Bei Game of Thrones habe ich zwar irgendwann aufgehört, aber vielleicht sollte ich noch einmal die Zeit investieren. Obgleich diese Beziehungskisten hin und her dann irgendwann doch anstrengend waren.


----------



## mylka (10. Juli 2019)

ich fand die 3 staffel sehr schwach.

man weiß noch immer nicht, welchen antrieb das böse hat. alle menschen vernichten und dann? finde ich sehr einfallslos

dazu noch 100te russen, die auf USA boden eine riesen unterirdische anlage bauen..... ja klar.

und welchen antrieb haben die russen eigentlich. das vieh macht mir nicht den anschein, als ob man es steuern könnte, also töten sie sich damti selbst

die kinder hätte man komplett weglassen können. 

die 2 erwachsenen hätten die serie auch alleine bewältigen können.
sie kommen alleine auf eine spur
sie finden alleine den russen
sie gehen dann zu "bold eagle"
gerade mal der zahnlose sagt ihnen den weg bzw fragt seine freundin nach der zahl. das hätte man auch einfach auslassen können und sie suchen den weg selbst bzw der russe hat es ihnen gesagt
und das tor schließt sowieso die frau alleine

und weil das alles so einfallslos war kommt am ende auch noch ein cliffhanger, der garantiert auf eine 4 staffel hinausläuft

mMn hätten sie es nach der 2 staffel beenden sollen. die 4 gebe ich mir auf keinen fall


----------



## Rizzard (10. Juli 2019)

Habe gestern Abend Staffel 3 beendet und bin restlos begeistert.
Ich hatte zu Anfang garnicht viel erwartet, da ich Staffel 2 schon nicht mehr so gut fand wie Staffel 1.
Und dann hauen die tatsächlich so nen Kracher raus.


----------



## thrustno1 (10. Juli 2019)

Würde man eine Serie mit dem Thema der SCP Foundation machen garantiere ich noch Höhere Rekorde.


----------



## DaStash (10. Juli 2019)

Ist auch mega spannend, noch besser als die ersten beiden schon sehr guten Staffeln.

MfG


----------



## Bongripper666 (10. Juli 2019)

4. Staffel ist bestätigt, ich freue mich darauf.


----------



## sesharim (10. Juli 2019)

bei dem cliffhanger war schon klar das da ne 4. staffel kommen muss.
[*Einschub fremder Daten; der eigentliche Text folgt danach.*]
"""Where a dragged or added ball lands: placement.nearest_legal_spot against a
brute-force reference (a fine grid of every legal place, checked with the
exact test Table.is_legal and the ball distances), on random targets among
random balls. No spot it returns may be illegal, overlap a ball, or lie
farther than the nearest legal grid point (the grid is an upper bound on the
true nearest distance)."""

from __future__ import annotations

import math

import numpy as np
import pytest

from shotplan.equipment import TableSpec
from shotplan.placement import nearest_legal_spot
from shotplan.racks import new_layout, start_spot
from shotplan.table import Table

STEP = 0.004  # grid step, m


def _legal_grid(table: Table, others: np.ndarray) -> np.ndarray:
    xs = np.arange(-0.1, table.length + 0.1, STEP)
    ys = np.arange(-0.1, table.width + 0.1, STEP)
    pts = np.stack(np.meshgrid(xs, ys), axis=-1).reshape(-1, 2)
    ok = table.is_legal(pts)
    for q in others:
        ok &= np.hypot(pts[:, 0] - q[0], pts[:, 1] - q[1]) >= 2 * table.ball_radius - 1e-9
    return pts[ok]


@pytest.mark.parametrize("preset", ["pool-9ft", "snooker", "carom"])
def test_nearest_legal_spot_is_legal_clear_and_no_farther_than_brute_force(preset):
    table = Table(TableSpec.preset(preset))
    rng = np.random.default_rng(20261204)
    for _ in range(6):
        others = rng.uniform([0, 0], [table.length, table.width], size=(int(rng.integers(0, 10)), 2))
        grid = _legal_grid(table, others)
        for _ in range(4):
            target = rng.uniform([-0.05, -0.05], [table.length + 0.05, table.width + 0.05])
            spot = nearest_legal_spot(table, target, others)
            assert spot is not None
            assert table.is_legal([spot])[0]
            if len(others):
                assert np.min(np.hypot(*(others - spot).T)) >= 2 * table.ball_radius - 1e-9
            best = float(np.min(np.hypot(*(grid - target).T)))
            assert math.dist(spot, target) <= best + 1e-9


def test_a_full_table_has_no_spot_and_a_legal_target_stays():
    table = Table(TableSpec.preset("pool-9ft"))
    r2 = 2 * table.ball_radius
    xs, ys = np.arange(0, table.length + r2, r2 * 0.9), np.arange(0, table.width + r2, r2 * 0.9)
    crowd = np.stack(np.meshgrid(xs, ys), axis=-1).reshape(-1, 2)
    assert nearest_legal_spot(table, (1.0, 0.6), crowd) is None
    assert nearest_legal_spot(table, (1.0, 0.6), [(2.0, 0.6)]) == (1.0, 0.6)
    assert nearest_legal_spot(table, (1.0, -0.3), [], reach=0.1) is None  # 0.33 m away


@pytest.mark.parametrize("preset", ["pool-9ft", "snooker", "carom"])
def test_new_layout_has_only_the_cue_ball_at_its_start_spot(preset):
    spec = TableSpec.preset(preset)
    layout = new_layout(spec)
    assert [b for b, _ in layout.balls] == ["cue"]
    # The start spots are legal places on every preset, so the cue ball is on it.
    assert layout.position("cue") == start_spot(spec)


@pytest.mark.parametrize("square", [None, 0.3])
@pytest.mark.parametrize("preset", ["pool-9ft", "snooker"])
def test_a_ball_dropped_into_a_crowd_lands_no_farther_than_brute_force(preset, square,
                                                                       monkeypatch):
    # Where a dragged ball most often lands: on another ball, in a cluster of
    # touching balls, or against a cushion. The search looks first within a
    # small square around the target and falls back on the whole table; the
    # rack's middle ball is farther from any free place than that square
    # reaches, so both ways are taken. With the square shrunk to 0.3 ball
    # radii, many first answers lie beyond its reach and must be turned down.
    # Reference: the brute-force grid above.
    from shotplan.racks import rack

    spec = TableSpec.preset(preset)
    table = Table(spec)
    R = table.ball_radius
    if square is not None:
        monkeypatch.setattr("shotplan.placement._LOCAL_REACH", square * R)
    pos = rack("8-ball" if preset == "pool-9ft" else "snooker", spec)
    crowd = np.array([xy for b, xy in pos.items() if b != "cue"])
    rng = np.random.default_rng(20261205)
    cases = [(crowd[k] + rng.normal(0.0, 0.2 * R, 2), crowd) for k in range(len(crowd))]
    for _ in range(12):
        pair = rng.uniform([0.2, 0.2], [table.length - 0.2, table.width - 0.2])
        others = np.array([pair, pair + [2 * R, 0.0]])  # two touching balls
        cases.append((pair + rng.uniform(-R, 3 * R, 2) * [1.0, 0.3], others))
        rail = np.array([rng.uniform(0.3, table.length - 0.3), 0.5 * R])  # a ball on a rail
        cases.append((rail + rng.normal(0.0, R, 2), np.array([rail + [2 * R, R]])))
    # A patch of touching balls four rings deep: the nearest free place is
    # beyond the small square, so the whole table is searched.
    c = np.array([table.length / 2, table.width / 2])
    patch = np.array([c + 2 * R * np.array([i + 0.5 * j, j * math.sqrt(3) / 2])
                      for i in range(-4, 5) for j in range(-4, 5) if abs(i + j) <= 4])
    cases.append((c + [0.1 * R, 0.0], patch))
    for target, others in cases:
        spot = nearest_legal_spot(table, target, others)
        assert spot is not None
        assert table.is_legal([spot])[0]
        assert np.min(np.hypot(*(others - spot).T)) >= 2 * R - 1e-9
        grid = _legal_grid(table, others)
        best = float(np.min(np.hypot(*(grid - target).T)))
        assert math.dist(spot, target) <= best + 1e-9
Ich hoffen nur das die Truppe zusammen bleibt und nich einer von der serie abspringt sind ja alle noch recht jung.


----------



## Blackvoodoo (11. Juli 2019)

mylka schrieb:


> ich fand die 3 staffel sehr schwach.
> 
> man weiß noch immer nicht, welchen antrieb das böse hat. alle menschen vernichten und dann? finde ich sehr einfallslos
> 
> ...


Geht mir auch so. Staffel 1 und 2 fand ich super. Die 3. Staffel war aber wirklich schwach. Und voller Logik Fehler (wie können Russen IN America eine Basis bauen, wo sind die alle hin usw.) 
Hinzu kommt das Zuviel Teenie liebe Probleme drin sind.


----------



## DaStash (11. Juli 2019)

Rizzard schrieb:


> Habe gestern Abend Staffel 3 beendet und bin restlos begeistert.
> Ich hatte zu Anfang garnicht viel erwartet, da ich Staffel 2 schon nicht mehr so gut fand wie Staffel 1.
> Und dann hauen die tatsächlich so nen Kracher raus.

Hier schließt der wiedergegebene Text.